‘Your president is now a picture’: The image as utopian democracy in Nigeria

Following the rumour that the then Nigerian President, Muhammadu Buhari, died in a London hospital in 2017, many Nigerians believed that his clone had occupied the presidential seat until 2023. In this context, activist and ex-Niger Delta militant, Asari Dokubo, decried in August 2017: ‘Your President is now a picture’. He called Buhari ‘a ghost president’, ‘a photo president’, emphasizing how photographs were deployed by the Nigerian State to claim that Buhari was alive and healthy. This account, as I will argue, opens up a broader question of the state’s strategic deployment of photography in governance. The photographic image becomes a ’utopian democracy’, site in which the state seeks to fulfil the promise of good governance. It is used to compensate for the absences and failures of democracy in a country where, for instance, it is typical to encounter images depicting the inauguration of infrastructural projects that do not actually exist.
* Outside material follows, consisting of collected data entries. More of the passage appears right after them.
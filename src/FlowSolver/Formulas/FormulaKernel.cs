using System.Linq.Expressions;
using System.Reflection;
using System.Runtime.InteropServices;
using System.Runtime.Intrinsics;
using FlowSolver.Foundation;

namespace FlowSolver.Formulas;

/// <summary>
/// Up to six nodes compiled to one loop over spans, eight points at a time, each shared subexpression computed once. Immutable and safe to use from
/// several threads; a call allocates nothing.
/// </summary>
internal sealed class FormulaKernel
{
    public const int MostOutputs = 6;

    // Longer inline expressions gain nothing and make the compiler of expression trees recurse deeply.
    private const int DeepestInline = 12;

    private delegate void Loop(
        ref double x, ref double y, ref double out0, ref double out1, ref double out2, ref double out3, ref double out4, ref double out5, long count);

    private readonly Loop loop;
    private readonly int outputCount;

    public FormulaKernel(params ReadOnlySpan<FormulaNode> outputs)
    {
        outputCount = outputs.Length;
        loop = new Emitter(outputs).Compile();
    }

    /// <summary>Evaluates one output.</summary>
    public void Run(ReadOnlySpan<double> x, ReadOnlySpan<double> y, Span<double> target)
        => Run(x, y, target, default, default, default, default, default);

    /// <summary>Evaluates all outputs; spans beyond their number are ignored.</summary>
    public void Run(
        ReadOnlySpan<double> x, ReadOnlySpan<double> y, Span<double> out0, Span<double> out1, Span<double> out2 = default,
        Span<double> out3 = default, Span<double> out4 = default, Span<double> out5 = default)
    {
        var count = x.Length;
        if (y.Length != 0)
            Require.Length(y.Length, count);
        Require.Length(out0.Length, count);
        if (outputCount > 1)
            Require.Length(out1.Length, count);
        if (outputCount > 2)
            Require.Length(out2.Length, count);
        if (outputCount > 3)
            Require.Length(out3.Length, count);
        if (outputCount > 4)
            Require.Length(out4.Length, count);
        if (outputCount > 5)
            Require.Length(out5.Length, count);

        var lanes = Vector512<double>.Count;
        var whole = count - count % lanes;
        if (whole > 0)
        {
            loop(
                ref MemoryMarshal.GetReference(x), ref MemoryMarshal.GetReference(y), ref MemoryMarshal.GetReference(out0),
                ref MemoryMarshal.GetReference(out1), ref MemoryMarshal.GetReference(out2), ref MemoryMarshal.GetReference(out3),
                ref MemoryMarshal.GetReference(out4), ref MemoryMarshal.GetReference(out5), whole);
        }

        var rest = count - whole;
        if (rest == 0)
            return;
        // The last few points go through the same loop in a buffer, filled up with the last point: the same value wherever a point stands.
        Span<double> buffer = stackalloc double[(2 + MostOutputs) * lanes];
        var restX = buffer[..lanes];
        var restY = buffer.Slice(lanes, lanes);
        restX.Fill(x[^1]);
        x[whole..].CopyTo(restX);
        if (y.Length != 0)
        {
            restY.Fill(y[^1]);
            y[whole..].CopyTo(restY);
        }

        loop(
            ref restX[0], ref restY[0], ref buffer[2 * lanes], ref buffer[3 * lanes], ref buffer[4 * lanes], ref buffer[5 * lanes],
            ref buffer[6 * lanes], ref buffer[7 * lanes], lanes);
        buffer.Slice(2 * lanes, rest).CopyTo(out0[whole..]);
        if (outputCount > 1)
            buffer.Slice(3 * lanes, rest).CopyTo(out1[whole..]);
        if (outputCount > 2)
            buffer.Slice(4 * lanes, rest).CopyTo(out2[whole..]);
        if (outputCount > 3)
            buffer.Slice(5 * lanes, rest).CopyTo(out3[whole..]);
        if (outputCount > 4)
            buffer.Slice(6 * lanes, rest).CopyTo(out4[whole..]);
        if (outputCount > 5)
            buffer.Slice(7 * lanes, rest).CopyTo(out5[whole..]);
    }

    /// <summary>Writes the loop as an expression tree.</summary>
    private sealed class Emitter
    {
        private static readonly Type Vector = typeof(Vector512<double>);
        private static readonly MethodInfo Broadcast = typeof(Vector512).GetMethod(nameof(Vector512.Create), [typeof(double)])!;
        private static readonly MethodInfo LoadMethod = Generic(nameof(Vector512.LoadUnsafe));
        private static readonly MethodInfo StoreMethod = Generic(nameof(Vector512.StoreUnsafe));

        private readonly FormulaNode[] outputs;
        private readonly FormulaNode[] order;
        private readonly Dictionary<FormulaNode, int> uses = [];
        private readonly Dictionary<FormulaNode, (Expression Expression, int Depth)> written = [];
        private readonly Dictionary<(FormulaNode, int), ParameterExpression> powers = [];
        private readonly HashSet<FormulaNode> bothSinAndCos = [];
        private readonly Dictionary<FormulaNode, ParameterExpression> sinCos = [];
        private readonly List<ParameterExpression> locals = [];
        private readonly List<Expression> body = [];
        private readonly ParameterExpression index = Expression.Variable(typeof(long), "index");
        private readonly ParameterExpression count = Expression.Parameter(typeof(long), "count");
        private readonly ParameterExpression[] sources = [Reference("x"), Reference("y")];
        private readonly ParameterExpression[] targets = new ParameterExpression[MostOutputs];

        public Emitter(ReadOnlySpan<FormulaNode> outputs)
        {
            this.outputs = outputs.ToArray();
            order = FormulaEvaluator.OrderOf(outputs);
            for (var i = 0; i < targets.Length; i++)
                targets[i] = Reference("out" + i);
            foreach (var output in outputs)
                CountUse(output);
            foreach (var node in order)
            {
                CountUse(node.A);
                CountUse(node.B);
                CountUse(node.C);
            }

            bothSinAndCos.UnionWith(order.Where(node => node.Kind == NodeKind.Sin).Select(node => node.A!));
            bothSinAndCos.IntersectWith(order.Where(node => node.Kind == NodeKind.Cos).Select(node => node.A!));
        }

        public Loop Compile()
        {
            foreach (var node in order)
                Write(node);
            // All stores come last, so that a target may be the same span as a source.
            for (var i = 0; i < outputs.Length; i++)
                body.Add(Expression.Call(StoreMethod, written[outputs[i]].Expression, targets[i], Offset()));
            body.Add(Expression.AddAssign(index, Expression.Constant((long)Vector512<double>.Count)));
            var done = Expression.Label();
            var loop = Expression.Loop(
                Expression.IfThenElse(Expression.LessThan(index, count), Expression.Block(locals, body), Expression.Break(done)), done);
            var method = Expression.Block([index], Expression.Assign(index, Expression.Constant(0L)), loop);
            return Expression.Lambda<Loop>(method, [.. sources, .. targets, count]).Compile();
        }

        private void CountUse(FormulaNode? node)
        {
            if (node is not null)
                uses[node] = uses.GetValueOrDefault(node) + 1;
        }

        private void Write(FormulaNode node)
        {
            var depth = 1 + Math.Max(Math.Max(DepthOf(node.A), DepthOf(node.B)), DepthOf(node.C));
            var expression = Translate(node);
            // A constant becomes a memory operand wherever it stands; anything else that is used twice, or nested deep, is kept in a local.
            if (node.Kind != NodeKind.Number && expression is not ParameterExpression && (uses[node] > 1 || depth > DeepestInline))
                (expression, depth) = (Keep(expression), 0);
            written.Add(node, (expression, expression is ParameterExpression ? 0 : depth));
        }

        private int DepthOf(FormulaNode? node) => node is null ? 0 : written[node].Depth;

        private ParameterExpression Keep(Expression expression)
        {
            var local = Expression.Variable(Vector);
            locals.Add(local);
            body.Add(Expression.Assign(local, expression));
            return local;
        }

        private Expression Translate(FormulaNode node)
        {
            var a = node.A is null ? null : written[node.A].Expression;
            var b = node.B is null ? null : written[node.B].Expression;
            var c = node.C is null ? null : written[node.C].Expression;
            return node.Kind switch
            {
                NodeKind.Number => Constant(node.Value),
                NodeKind.X => Keep(Expression.Call(LoadMethod, sources[0], Offset())),
                NodeKind.Y => Keep(Expression.Call(LoadMethod, sources[1], Offset())),
                NodeKind.Add => Expression.Add(a!, b!),
                NodeKind.Subtract => Expression.Subtract(a!, b!),
                NodeKind.Multiply => Expression.Multiply(a!, b!),
                NodeKind.Divide => Expression.Divide(a!, b!),
                NodeKind.IntegerPower => WholePower(node.A!, node.Exponent),
                NodeKind.Power => PowerOf(node, a!, b!),
                NodeKind.Minimum or NodeKind.Maximum => Expression.Call(FunctionOf(node.Kind), a!, b!),
                NodeKind.Select => Expression.Call(FunctionOf(node.Kind), a!, b!, c!),
                NodeKind.Sin or NodeKind.Cos => SinOrCos(node, a!),
                _ => Expression.Call(FunctionOf(node.Kind), a!),
            };
        }

        private Expression SinOrCos(FormulaNode node, Expression a)
        {
            // Where both are needed they come from one call.
            if (!bothSinAndCos.Contains(node.A!))
                return Expression.Call(FunctionOf(node.Kind), a);
            if (!sinCos.TryGetValue(node.A!, out var pair))
            {
                pair = Expression.Variable(typeof((Vector512<double>, Vector512<double>)));
                locals.Add(pair);
                body.Add(Expression.Assign(pair, Expression.Call(typeof(VectorFunctions), nameof(VectorFunctions.SinCos), null, a)));
                sinCos.Add(node.A!, pair);
            }

            return Keep(Expression.Field(pair, node.Kind == NodeKind.Sin ? "Item1" : "Item2"));
        }

        private Expression PowerOf(FormulaNode node, Expression a, Expression b)
        {
            // Half-integer exponents: a product and a square root. Both agree with the power at 0 and are NaN below it.
            if (node.B!.IsNumber && node.B.Value is >= -16 and <= 16 && node.B.Value * 2 == Math.Floor(node.B.Value * 2))
            {
                var magnitude = Math.Abs(node.B.Value);
                var root = Expression.Call(FunctionOf(NodeKind.Sqrt), a);
                Expression power = magnitude == 0.5 ? root : Expression.Multiply(WholePower(node.A!, (int)Math.Floor(magnitude)), root);
                return node.B.Value > 0 ? power : Expression.Divide(Constant(1), power);
            }

            return Expression.Call(FunctionOf(NodeKind.Power), a, b);
        }

        /// <summary>A whole power as products; partial powers of one base are shared by all of its powers.</summary>
        private Expression WholePower(FormulaNode node, int exponent)
        {
            if (exponent < 0)
                return Expression.Divide(Constant(1), WholePower(node, -exponent));
            if (exponent == 1)
                return written[node].Expression;
            if (powers.TryGetValue((node, exponent), out var known))
                return known;
            Expression product;
            if (exponent % 2 == 0)
            {
                var half = Kept(node, exponent / 2);
                product = Expression.Multiply(half, half);
            }
            else
            {
                product = Expression.Multiply(WholePower(node, exponent - 1), Kept(node, 1));
            }

            var local = Keep(product);
            powers.Add((node, exponent), local);
            return local;
        }

        private Expression Kept(FormulaNode node, int exponent)
        {
            var expression = WholePower(node, exponent);
            if (expression is ParameterExpression)
                return expression;
            var local = Keep(expression);
            written[node] = (local, 0);
            return local;
        }

        private static Expression Constant(double value) => Expression.Call(Broadcast, Expression.Constant(value));

        private UnaryExpression Offset() => Expression.Convert(Expression.Convert(index, typeof(ulong)), typeof(nuint));

        private static ParameterExpression Reference(string name) => Expression.Parameter(typeof(double).MakeByRefType(), name);

        private static MethodInfo FunctionOf(NodeKind kind) => typeof(VectorFunctions).GetMethod(kind.ToString(), BindingFlags.Public | BindingFlags.Static)!;

        private static MethodInfo Generic(string name)
        {
            foreach (var method in typeof(Vector512).GetMethods())
            {
                if (method.Name == name && method.GetParameters()[^1].ParameterType == typeof(nuint))
                    return method.MakeGenericMethod(typeof(double));
            }

            throw new MissingMethodException(nameof(Vector512), name);
        }
    }
}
The political elites recruit crowds and use their photographs to claim public endorsement during political campaigns. I analyse this visual politics along with the counter imagery it generates as disenchanted Nigerians rework, (re)circulate and scrutinize the images on social media. This analysis contributes to our understanding of how photography and social networking shape African politics.


Pitt Rivers Museum Research Seminar in Visual, Material and Museum Anthropology, Trinity Term 2024

Fridays, 12pm-1.30pm(Weeks 1-4)

In person at the Pitt Rivers Museum Lecture Theatre.